Lastly, when it came to developer experience, Atos found significant advantage to leveraging Roboflow. The Roboflow Train model was able to be run on the Jetson Nano with only three lines of code. By comparison, the model from Custom Vision required many format conversions to obtain a model workable on the Jetson Nano. The model came downloadable in an ONNX format that doesn't work natively with the version of Jetpack available on the Nano. Getting the Azure model deployed took days of configuration compared to minutes with the Roboflow model. Moreover, because Roboflow is end-to-end, any future dataset and model improvements could seamlessly be incorporated for future deployments.

Details for Production: Privacy, Active Learning, and Display

As noted above, the system was architected such that the model would run entirely on the edge on a NVIDIA Jetson Nano. This means video being analyzed would not be externally accessible by default. In addition, the model would be trained to recognize what pixels make the shape of a person rather than learning the identity of any one individual. As such, all model predictions are completely anonymized.
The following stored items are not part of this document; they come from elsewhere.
"""A limit with systematics that no data could give is flagged, not reported as measured."""

from __future__ import annotations

import pytest


def test_a_limit_with_systematics_below_the_counting_floor_is_flagged():
    """CLs >= exp(-s) (Read, J. Phys. G 28 (2002) 2693): no data give a 95% CL limit below
    -ln(0.05) = 2.996 signal events.  An observed limit with systematics below half that
    floor is flagged (in results.json ``warnings``, hence the summary and the report);
    one at 0.6 of it is not.  Seen in a blinded demo run: 0.0106 fb against 0.545 fb."""
    import math

    from peaksift.search.doubts import FLOOR_FACTOR, doubts

    floor = -math.log(0.05) / (10.0 * 0.55)  # signal events per fb: L = 10/fb, eff = 0.55
    masses = [160.0, 172.17, 180.0]
    plain = {"masses": masses, "observed": [2.0] * 3, "counting_floor": [floor] * 3}

    def warned(obs):
        sy = {"limits": {"with_systematics": {"masses": masses, "observed": obs}}}
        return [w for w in doubts({"limits": plain, "systematics": sy})
                if "counting floor" in w["message"]]

    assert floor == pytest.approx(0.545, abs=1e-3)
    w = warned([2.0, 0.0106, None])
    assert len(w) == 1 and "172.17 GeV" in w[0]["message"] and "160.00" not in w[0]["message"]
    assert warned([2.0, (FLOOR_FACTOR + 0.1) * floor, 2.0]) == []
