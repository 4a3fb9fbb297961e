"""The order test's fits on spectra unlike the demo's: steep, blinded, weighted, a wide
falling spectrum on logarithmic bins.

Every candidate of every family is checked against scipy.optimize.minimize (L-BFGS-B from
the fitted point, the default start and six scattered starts) on the binned Poisson NLL
written here, sum(nu - n ln nu) with nu = b g k and b = sum n / sum(g k) profiled (k the
scaled-Poisson factor sum(w) / sum(w^2) of a bin, Bohm and Zech, NIM A 748 (2014) 1; n the
effective counts k sum(w)), on the unblinded bins.  Tolerance 1e-6 in NLL.  And a higher
order never fits worse than the lower one it contains (Wilks' nesting), by more than 1e-8.

Before the nested fits recomputed their curvature (``fit_background(curvature_after=)``)
these spectra failed: powersum2 of the steep spectrum stopped 1.7e-4 above the minimum and
above powersum1; bernstein3 of the blinded one 0.013 above; powersum3 of the weighted one
4.7e-4 above (and above powersum2); bernstein3 of the wide one 50 above.
"""

from __future__ import annotations

import warnings

import numpy as np
import pytest
from background_reference import assert_orders_nested
from scipy import optimize

from peaksift.histogram import MassHistogram
from peaksift.stats.background_choice import candidate_shapes, choose_background

FAMILIES = {"powersum": [1, 2, 3], "exppoly": [1, 2, 3], "bernstein": [2, 3, 4, 5, 6],
            "dijet": [2, 3, 4]}
EDGES = np.linspace(100.0, 200.0, 101)


def _spectra(state: int) -> dict:
    """Spectra drawn in turn from one RandomState: ``name -> (masses, weights, edges,
    blind)``."""
    r = np.random.RandomState(state)
    out = {}
    m = 100 + r.exponential(6.0, 40000)
    out["steep"] = (m[m < 200], None, EDGES, None)
    r.uniform(100, 200, 3000), r.exponential(40.0, 120)  # (spectra not used here)
    m = 100 + r.exponential(30.0, 8000)
    m = m[m < 200]
    out["weighted"] = (m, r.gamma(4.0, 0.25, m.size), EDGES, None)
    m = 100 + r.exponential(25.0, 10000)
    out["blinded"] = (m[m < 200], None, EDGES, (140.0, 160.0))
    m = 500 * (1 - r.uniform(0, 1, 20000)) ** (-1 / 4.0)
    out["wide"] = (m[m < 2000], None, np.geomspace(500, 2000, 61), None)
    return out


@pytest.mark.parametrize(("state", "name"), [(100, "steep"), (100, "blinded"),
                                             (101, "weighted"), (102, "wide")])
def test_order_test_fits_reach_an_independent_minimum_and_nest(state, name):
    m, w, e, blind = _spectra(state)[name]
    h = MassHistogram(e)
    h.fill(m) if w is None else h.fill(m, weight=w)
    with warnings.catch_warnings():
        warnings.simplefilter("ignore")
        choice = choose_background(h, FAMILIES, blind=blind)
    wsum = np.histogram(m, e, weights=w)[0].astype(float)
    w2 = np.histogram(m, e, weights=None if w is None else w * w)[0].astype(float)
    k = np.where(w2 > 0, wsum / np.where(w2 > 0, w2, 1.0), wsum.sum() / w2.sum())
    n = wsum * k
    c = 0.5 * (e[:-1] + e[1:])
    used = np.ones(c.size, bool) if blind is None else ~((c > blind[0]) & (c < blind[1]))
    window = (float(e[0]), float(e[-1]))
    shapes_ = candidate_shapes(FAMILIES)
    for cand in choice.candidates:
        shape = shapes_[cand.label]

        def nll(theta, shape=shape):
            g = (np.asarray(shape.bin_fractions(e, list(theta), window), float) * k)[used]
            if not (np.all(g > 0) and np.all(np.isfinite(g))):
                return 1e30
            nu = n[used].sum() / g.sum() * g
            return float(np.sum(nu - n[used] * np.log(nu)))

        pars = shape.parameters_for(window)
        lo = np.array([p.lower for p in pars], float)
        hi = np.array([p.upper for p in pars], float)
        bounds = [(a if np.isfinite(a) else None, b if np.isfinite(b) else None)
                  for a, b in zip(lo, hi)]
        fitted = np.array(list(cand.parameters.values()))
        default = np.array([p.start if np.isfinite(p.start) else 0.0 for p in pars])
        r = np.random.RandomState(7)
        starts = [fitted, default] + [
            default + r.normal(0, 1, default.size) * np.maximum(np.abs(default), 0.5)
            for _ in range(6)]
        best = min(optimize.minimize(nll, np.clip(x0, lo, hi), method="L-BFGS-B",
                                     bounds=bounds, options={"ftol": 1e-15, "gtol": 1e-10,
                                                             "maxiter": 20000}).fun
                   for x0 in starts)
        assert nll(fitted) <= best + 1e-6, (cand.label, nll(fitted) - best)
    assert_orders_nested(choice, 1e-8)
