def _selection_rows(r: Mapping[str, Any]) -> list[tuple[str, str]]:
    cfg = r.get("config") or {}
    ob = cfg.get("objects") or {}
    pr = cfg.get("pairing") or {}
    sp = cfg.get("spectrum") or {}
    md = cfg.get("model") or {}
    res = md.get("resolution") or {}
    rows = [("Objects", f"{ob.get('collection')}"
                        + (f" + {ob['second_collection']}" if ob.get("second_collection") else "")),
            ("Object cut", ob.get("cut") or "none")]
    if ob.get("second_cut"):
        rows.append(("Second-object cut", ob["second_cut"]))
    rows.append(("Event cut", ob.get("event_cut") or "none"))
    rows.append(("Pairing", f"charge {pr.get('charge')}, choose {pr.get('choose')}"))
    w = sp.get("window") or [None, None]
    rows.append(("Fit window", f"{_num(w[0])}-{_num(w[1])} GeV in {sp.get('bins')} bins"))
    rows.append(("Model", f"signal {md.get('signal')}, background {md.get('background')}"
                 + (f" {md.get('background_options')}" if md.get("background_options") else "")))
    kind = next((k for k in ("relative", "absolute", "table") if res.get(k) is not None), None)
    if kind:
        val = res[kind]
        txt = {"relative": f"\u03c3/m = {val}", "absolute": f"\u03c3 = {val} GeV",
               "table": f"table {val}"}[kind]
        rows.append(("Resolution model", txt + (f", natural width {res.get('natural_width')} GeV"
                                                if res.get("natural_width") else "")))
    bl = r.get("blinding") or {}
    if bl.get("enabled"):
        bw = bl.get("window") or [None, None]
        rows.append(("Blinding", f"{_num(bw[0])}-{_num(bw[1])} GeV "
                     + ("UNBLINDED for this run" if bl.get("unblinded") else "hidden")))
    return rows


def section_selection(r: Mapping[str, Any], fig: Mapping[str, Any]) -> list[Block]:
    """The selection settings, the per-requirement cut flow and the candidates figure."""
    inp = r.get("input") or {}
    out: list[Block] = [("h2", "Selection and cut flow"),
                        ("table", ["setting", "value"], _selection_rows(r))]
    flow = _cutflow_rows(r)
    if flow:
        out += [("p", ("Each requirement is counted after the ones above it, in the order "
                      "they are applied, in the same pass over the data that filled the "
                      "spectrum (objects are counted in events passing the event cut).")),
                ("table", ["step", "count"], flow)]
    out.append(("p", (f"Events read: {_num(inp.get('events_read'))}; events with a candidate: "
                     f"{_num(inp.get('events_selected'))}; {_window_count_label(r)}: "
                     f"{_num(inp.get('candidates'))}.")))
    if "candidates" in fig:
        out += figure_block(fig, "candidates", CAPTIONS["candidates"])
    elif _blinded(r):
        out.append(("p", _WITHHELD_CANDIDATES))
    return out


# --------------------------------------------------------------------------- provenance
def _provenance_rows(r: Mapping[str, Any]) -> list[tuple[str, str]]:
    pv = r.get("provenance") or {}
    rows = [
        ("peaksift", str(r.get("peaksift_version", "n/a"))),
        ("Started (UTC)", str(pv.get("started", "n/a"))),
        ("Finished (UTC)", str(pv.get("finished", "n/a"))),
        ("Config", f"{pv.get('config_path', 'n/a')} (sha256 {pv.get('config_sha256', 'n/a')})"),
        ("Random seed", str(pv.get("seed", "n/a"))),
    ]
    eng = pv.get("execution") or {}
    if eng:
        rows.append(("Execution", ", ".join(f"{k} {v}" for k, v in eng.items()
                                            if v not in (None, ""))))
    for k, v in (pv.get("versions") or {}).items():
        if k != "peaksift":
            rows.append((k, str(v)))
    return rows


def section_other_figures(r: Mapping[str, Any], fig: Mapping[str, Any]) -> list[Block]:
    """Figures no section placed (added by callers), so none is silently dropped."""
    return [("figure", name, name) for name in fig if name not in CAPTIONS]


def section_provenance(r: Mapping[str, Any], fig: Mapping[str, Any]) -> list[Block]:
    """Versions, times, config and input hashes, skipped files."""
    out: list[Block] = [("h2", "Provenance"), ("table", ["item", "value"], _provenance_rows(r))]
    files = (r.get("provenance") or {}).get("inputs") or []
    if files:
        out.append(("table", ["input file", "sha256"],
                    [[f["path"], f["sha256"] or "not recorded"] for f in files], "hash"))
    skipped = (r.get("input") or {}).get("files_skipped") or []
    if skipped:
        out += [("p", "Files skipped (unreadable):"),
                ("list", [f"{s.get('path', s)}: {s.get('reason', '')}" if isinstance(s, Mapping)
                          else str(s) for s in skipped])]
    return out
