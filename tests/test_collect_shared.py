"""Several selections on one input read once (``execution.collect_shared``): each selection's
result equals its own read, on every engine, and a one-pass reference outside the execution
layer (read everything, pair once, ``numpy.histogram``: common practice)."""

from __future__ import annotations

import logging
import warnings

import numpy as np
import pyarrow as pa
import pyarrow.parquet as pq
import pytest

from peaksift import execution
from peaksift.errors import ConfigError, DataWarning
from peaksift.execution import _dask

EDGES = np.linspace(0.0, 200.0, 101)
WINDOW = (20.0, 120.0)
# two categories of one collection (central, forward) and another collection
SELS = (
    execution.Selection(first="muon", edges=EDGES, window=WINDOW, charge="opposite",
                        cut="pt > 8 and abs(eta) < 1.2"),
    execution.Selection(first="muon", edges=EDGES, window=WINDOW, charge="opposite",
                        cut="pt > 8 and abs(eta) >= 1.2"),
    execution.Selection(first="electron", edges=EDGES, window=WINDOW, charge="opposite",
                        cut="pt > 10", choose="leading"),
)


def _objects(rng, n_events, nan_pt):
    n_obj = np.minimum(rng.poisson(2.2, n_events), 6)
    tot = int(n_obj.sum())
    pt = 5.0 + rng.exponential(20.0, tot)
    pt[rng.choice(tot, nan_pt, replace=False)] = np.nan
    flat = pa.StructArray.from_arrays(
        [pa.array(pt), pa.array(rng.uniform(-2.6, 2.6, tot)),
         pa.array(rng.uniform(-np.pi, np.pi, tot)), pa.array(np.full(tot, 0.1)),
         pa.array(rng.choice([-1, 1], tot).astype(np.int8))],
        names=["pt", "eta", "phi", "mass", "charge"])
    offsets = pa.array(np.concatenate([[0], np.cumsum(n_obj)]).astype(np.int32))
    return pa.ListArray.from_arrays(offsets, flat)


@pytest.fixture(scope="module")
def files(tmp_path_factory):
    d = tmp_path_factory.mktemp("shared")
    out = []
    for k in range(2):
        rng = np.random.default_rng(40 + k)
        n = 2500
        table = pa.table({"muon": _objects(rng, n, 3), "electron": _objects(rng, n, 2),
                          "weight": pa.array(rng.uniform(0.5, 1.5, n))})
        path = d / f"run_{k}.parquet"
        pq.write_table(table, path, row_group_size=1000)
        out.append(str(path))
    return out


@pytest.fixture(scope="module")
def dask_address():
    pytest.importorskip("distributed")
    logging.getLogger("distributed").setLevel(logging.CRITICAL)
    cluster = _dask._start_local_cluster(2)
    try:
        yield cluster.scheduler_address
    finally:
        cluster.close()


def _same(a, b):
    """Everything a search takes from a Collected, bit for bit."""
    assert a.histogram == b.histogram
    np.testing.assert_array_equal(a.window_mass, b.window_mass)
    np.testing.assert_array_equal(a.window_weight, b.window_weight)
    assert a.pt_histogram == b.pt_histogram and a.rapidity_histogram == b.rapidity_histogram
    assert a.cutflow == b.cutflow and a.requirements == b.requirements
    assert (a.events_read, a.candidates, a.files_read) == (b.events_read, b.candidates,
                                                           b.files_read)
    assert a.data_warnings == b.data_warnings and a.dropped_objects == b.dropped_objects


def _quiet(func, *args, **kw):
    with warnings.catch_warnings():
        warnings.simplefilter("ignore", DataWarning)
        return func(*args, **kw)


def test_shared_read_equals_each_selection_read_alone_and_a_one_pass_reference(files):
    from peaksift import pair, read_events

    shared = _quiet(execution.collect_shared, files, SELS, chunk_events=700)
    assert shared[0].engine_info["shared_by"] == 3
    for sel, got in zip(SELS, shared):
        _same(got, _quiet(execution.collect, files, sel, chunk_events=700))
        # outside the execution layer: one read, one pairing, numpy.histogram with the
        # weights (common practice); sums of weights agree to rounding (chunk order)
        ev = _quiet(read_events, files, list(sel.collections))
        c = pair(ev, sel.first, cut=sel.cut, charge=sel.charge, choose=sel.choose)
        counts, _ = np.histogram(c.mass, bins=EDGES, weights=c.weight)
        np.testing.assert_allclose(got.histogram.values(), counts, rtol=1e-12)
        assert got.candidates == len(c) and got.events_read == 5000
    # the repair warnings of each selection name only its own collection
    assert all("'electron'" not in m for m in shared[0].data_warnings)
    assert all("'muon'" not in m for m in shared[2].data_warnings)
    assert shared[0].dropped_objects == {"muon": {"NaN or infinite kinematics": 6}}
    assert shared[2].dropped_objects == {"electron": {"NaN or infinite kinematics": 4}}


def test_each_chunk_is_read_once(files, monkeypatch):
    from peaksift import events

    calls = []
    real = events.read_chunk

    def counting(spec, *a, **kw):
        calls.append(spec)
        return real(spec, *a, **kw)

    monkeypatch.setattr(events, "read_chunk", counting)
    out = _quiet(execution.collect_shared, files, SELS, chunk_events=1000)
    assert len(calls) == out[0].engine_info["chunks"] == 6  # 2 files x 3 row groups


def test_engines_agree_exactly(files, dask_address):
    ref = _quiet(execution.collect_shared, files, SELS, chunk_events=1000)
    procs = _quiet(execution.collect_shared, files, SELS, engine="processes", workers=2,
                   chunk_events=1000)
    dask = _quiet(execution.collect_shared, files, SELS, engine="dask", address=dask_address,
                  chunk_events=1000)
    for a, b, c in zip(ref, procs, dask):
        _same(b, a)
        _same(c, a)


def test_selections_that_read_differently_are_refused(files):
    other = execution.Selection(first="muon", edges=EDGES, strict=True)
    with pytest.raises(ConfigError, match="differ in strict"):
        execution.collect_shared(files, (SELS[0], other))
    with pytest.raises(ConfigError, match="non-empty"):
        execution.collect_shared(files, ())
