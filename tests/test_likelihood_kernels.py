"""The compiled fast path of the binned cost against outside references.

Sources: the truncated normal, power-law and exponential CDFs from ``scipy.stats`` written
here; derivatives by Richardson-extrapolated central differences of those CDFs (step
independent); the extended binned Poisson NLL sum(mu - n ln mu) (Baker and Cousins, Nucl.
Instrum. Meth. 221 (1984) 437, eq. 11) and its gradient and Fisher information written out
with numpy here; the coarse scan's profile against scipy.optimize per trial mass.
"""

from __future__ import annotations

import numpy as np
import pytest
from scipy import optimize, stats

from peaksift.likelihood import BinnedCost, Model
from peaksift.likelihood.kernels import edge_kernel
from peaksift.likelihood.starts import peak_candidates
from peaksift.shapes import get


def _richardson(func, x0, h):
    """Step-independent derivative: Richardson extrapolation of central differences."""
    d1 = (func(x0 + h) - func(x0 - h)) / (2 * h)
    d2 = (func(x0 + h / 2) - func(x0 - h / 2)) / h
    return (4 * d2 - d1) / 3


def _gauss_cdf(x, m, s, lo, hi):
    if m < lo:  # window above the peak: upper tails, no cancellation
        a, b = stats.norm.sf([lo, hi], m, s)
        return (a - stats.norm.sf(x, m, s)) / (a - b)
    a, b = stats.norm.cdf([lo, hi], m, s)
    return (stats.norm.cdf(x, m, s) - a) / (b - a)


def _power_cdf(x, k, lo, hi):
    a = 1.0 - k
    return (x**a - lo**a) / (hi**a - lo**a)


def _exp_cdf(x, b, lo, hi):
    t = (x - 0.5 * (lo + hi)) / (0.5 * (hi - lo))
    return (np.exp(b * t) - np.exp(-b)) / (np.exp(b) - np.exp(-b))


@pytest.mark.parametrize(("name", "params", "window", "ref"), [
    ("gaussian", [150.0, 4.0], (100.0, 300.0), _gauss_cdf),  # far tail (> 12 sigma) cut
    ("gaussian", [90.0, 3.0], (110.0, 200.0), _gauss_cdf),  # window above the peak
    ("gaussian", [90.0, 1.5], (110.0, 200.0), _gauss_cdf),  # 13 sigma above: no tail cut
    ("powerlaw", [4.0], (100.0, 1450.0), _power_cdf),
    ("powerlaw", [-1.5], (20.0, 60.0), _power_cdf),
    ("exponential", [-2.0], (100.0, 300.0), _exp_cdf),
    ("exponential", [0.7], (100.0, 300.0), _exp_cdf),
])
def test_edge_kernels_match_scipy(name, params, window, ref):
    edges = np.linspace(window[0], window[1], 301)
    kern = edge_kernel(get(name), edges, window)
    out = np.zeros((kern.rows, edges.size))
    assert kern(list(params), out)
    lo, hi = window
    # the rows' differences are what the cost uses: taken from the window's first edge
    # they are the CDF and its derivatives (the exponential's rows hold CDF - 1 for b < 0)
    out -= out[:, :1]
    # CDF: scipy's truncated CDF, to 1e-12 absolute (a CDF is at most 1)
    np.testing.assert_allclose(out[0], ref(edges, *params, lo, hi), rtol=0, atol=1e-12)
    for j, p in enumerate(params):
        def cdf_of(v, j=j):
            q = list(params)
            q[j] = v
            return ref(edges, *q, lo, hi)
        h = 1e-3 * max(abs(p), 1.0)
        want = _richardson(cdf_of, p, h)
        # derivative: step-independent reference, 1e-7 of the largest derivative
        np.testing.assert_allclose(out[1 + j], want, rtol=0,
                                   atol=1e-7 * max(np.abs(want).max(), 1e-12))
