import awkward as ak
import numpy as np
import pytest
import vector
from particle import Particle
from scipy import stats

from peaksift import cuts, read_events
from peaksift.cli import main
from peaksift.energy_loss import DedxResponse, fit_dedx_response, hypothesis_mass
from peaksift.errors import ConfigError, CutError, InputError
from peaksift.pairing import pair

vector.register_awkward()
REPO = Path(__file__).resolve().parents[1]
TRACKS = REPO / "demo_data" / "tracks"
HADRON_CONFIG = REPO / "demo_data" / "hadron_search.toml"
M_K = Particle.from_pdgid(321).mass / 1000.0   # PDG tables, GeV
M_PI = Particle.from_pdgid(211).mass / 1000.0


def _bethe_argon(p, m):
    """PDG Review, "Passage of particles through matter", Bethe equation for argon gas
    (Z/A 0.45059, I 188 eV; no density effect below betagamma 58), written out here."""
    me = 0.51099895069
    bg = p / m
    b2 = bg**2 / (1 + bg**2)
    g = np.sqrt(1 + bg**2)
    r = me / (m * 1000)
    tmax = 2 * me * bg**2 / (1 + 2 * g * r + r * r)
    return 0.307075 * 0.45059 / b2 * (0.5 * np.log(2 * me * bg**2 * tmax / 188e-6**2) - b2)


def _tracks(p, eta, dedx, charge):
    counts = [len(x) for x in p]
    flat = {k: np.concatenate([np.asarray(x, float) for x in v])
            for k, v in (("p", p), ("eta", eta), ("dedx", dedx), ("charge", charge))}
    pt = flat["p"] / np.cosh(flat["eta"])
    rec = ak.zip({"pt": pt, "eta": flat["eta"], "phi": np.linspace(-3, 3, pt.size),
                  "mass": np.zeros(pt.size), "charge": flat["charge"], "dedx": flat["dedx"]},
                 with_name="Momentum4D")
    return ak.Array({"track": ak.unflatten(rec, counts)})


def test_deviation_in_a_cut_matches_the_hand_written_bethe_curve():
    resp = DedxResponse("argon_gas", scale=2.0, resolution=0.07)
    p = np.array([0.3, 0.5, 0.8, 1.5])
    z = np.array([-3.5, -1.0, 2.9, 3.1])
    dedx = 2.0 * _bethe_argon(p, M_K) * (1 + 0.07 * z)
    ev = _tracks([p], [np.zeros(4)], [dedx], [np.ones(4)])
    mask = cuts.object_mask(ev.track, "abs(dedx_deviation(kaon)) < 3", name="track",
                            identification=resp)
    assert ak.to_list(mask) == [[False, True, True, False]]
    got = resp.deviation("kaon", p, dedx)
    np.testing.assert_allclose(got, z, atol=1e-3)  # the response's table: < 1e-4 relative


def test_cut_errors_name_the_position_and_the_choices():
    with pytest.raises(CutError, match=r"at character 27 \('k'\): 'kaonn' is not a known mass "
                                       r"hypothesis; use one of electron, pion, kaon"):
        cuts.compile_cut("pt > 1 and dedx_deviation(kaonn) < 3")
    ev = _tracks([[0.5]], [[0.0]], [[1.0]], [[1]])
    with pytest.raises(CutError, match="needs a dE/dx response"):
        cuts.object_mask(ev.track, "dedx_deviation(kaon) < 3")
    no_dedx = ak.Array({"track": ak.unflatten(ak.zip(
        {"pt": [0.5], "eta": [0.0], "phi": [0.0], "mass": [0.0]}, with_name="Momentum4D"), [1])})
    with pytest.raises(InputError, match="no field 'dedx'"):
        pair(no_dedx, "track", cut="dedx_deviation(kaon) < 3", identification=DedxResponse())
    with pytest.raises(ConfigError, match="'muon' is not a known mass hypothesis"):
        pair(ev, "track", hypotheses=("kaon", "muon"))
    with pytest.raises(ConfigError, match="more_probable"):
        pair(ev, "track", hypotheses=("kaon", "pion"), assignment="more_probable")


def _mass(p1, e1, f1, m1, p2, e2, f2, m2):
    """Invariant mass of two tracks (p, eta, phi) with the given masses, written out."""
    v = []
    for p, e, f, m in ((p1, e1, f1, m1), (p2, e2, f2, m2)):
        pt = p / math.cosh(e)
        v.append((math.hypot(p, m), pt * math.cos(f), pt * math.sin(f), pt * math.sinh(e)))
    s = [a + b for a, b in zip(*v)]
    return math.sqrt(max(s[0] ** 2 - s[1] ** 2 - s[2] ** 2 - s[3] ** 2, 0.0))


def test_mass_hypotheses_and_both_assignments_against_a_brute_force_loop():
    rng = np.random.default_rng(11)
    n_ev = 40
    counts = rng.integers(0, 6, n_ev)
    p = [rng.uniform(0.2, 1.2, k) for k in counts]
    eta = [rng.uniform(-1, 1, k) for k in counts]
    q = [rng.choice([-1, 1], k) for k in counts]
    resp = DedxResponse("argon_gas", scale=1.0, resolution=0.07)
    # dE/dx half way between the kaon and pion curves, smeared, so many tracks pass both
    dedx = [np.sqrt(_bethe_argon(x, M_K) * _bethe_argon(x, M_PI)) * rng.normal(1, 0.1, x.size)
            for x in p]
    ev = _tracks(p, eta, dedx, q)
    phi = ak.to_list(ev.track.phi)
    kcut, pcut = "abs(dedx_deviation(kaon)) < 4", "abs(dedx_deviation(pion)) < 4"
    for rule in ("both", "more_probable"):
        c = pair(ev, "track", cut=kcut, second_cut=pcut, charge="opposite",
                 hypotheses=("kaon", "pion"), identification=resp, assignment=rule)
        want = []
        for e in range(n_ev):
            zk = resp.deviation("kaon", p[e], dedx[e])
            zp = resp.deviation("pion", p[e], dedx[e])
            for i, j in permutations(range(counts[e]), 2):
                if not (abs(zk[i]) < 4 and abs(zp[j]) < 4 and q[e][i] * q[e][j] < 0):
                    continue
                swap_ok = abs(zk[j]) < 4 and abs(zp[i]) < 4
                if rule == "more_probable" and swap_ok:
                    mine, other = zk[i] ** 2 + zp[j] ** 2, zk[j] ** 2 + zp[i] ** 2
                    if not (mine < other or (mine == other and i < j)):
                        continue
                want.append((e, i, j, _mass(p[e][i], eta[e][i], phi[e][i], M_K,
                                            p[e][j], eta[e][j], phi[e][j], M_PI)))
        got = list(zip(c.event_index, c.first_index, c.second_index, c.mass))
        assert [g[:3] for g in got] == [w[:3] for w in want]
        np.testing.assert_allclose([g[3] for g in got], [w[3] for w in want], rtol=1e-9)
        assert c.hypotheses == ("kaon", "pion")
    both = pair(ev, "track", cut=kcut, second_cut=pcut, charge="opposite",
                hypotheses=("kaon", "pion"), identification=resp)
    best = pair(ev, "track", cut=kcut, second_cut=pcut, charge="opposite",
                hypotheses=("kaon", "pion"), identification=resp, assignment="more_probable")
    assert len(best) < len(both)  # the test data do have doubly assigned pairs
    # like hypotheses: unordered pairs, every leg with the kaon mass
    kk = pair(ev, "track", charge="opposite", hypotheses="kaon")
    e, i, j = int(kk.event_index[0]), int(kk.first_index[0]), int(kk.second_index[0])
    assert kk.mass[0] == pytest.approx(
        _mass(p[e][i], eta[e][i], phi[e][i], M_K, p[e][j], eta[e][j], phi[e][j], M_K), rel=1e-9)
Once the team had an acceptable initial model, they wrote custom logic that logs detections frame-by-frame to keep track of objects in view. This ensured that once a person was found in one frame, they were logged in subsequent frames (as long as the bounding boxes were similar in overlap). Note that in the example media, there's a black line across the center of the frame. When a bounding box crosses this frame going north-to-south, "Down" is logged and when a bounding box goes bottom-to-top "Up" is logged.

As a final touch, the team considered how to incorporate active learning to ensure the model would continue to be performant in an ongoing basis. Active learning means monitoring model performance and continuing to collect data from production conditions so that the system continuously improves. In this case, that includes things like adding logic to save a given anonymized frame when model confidence is below a given threshold, and then (with client consent) using the Roboflow Upload API to automatically add that frame back to the dataset for future annotation, training, and redeployment.

Voila! A production-ready occupancy counter running in real-time on the edge.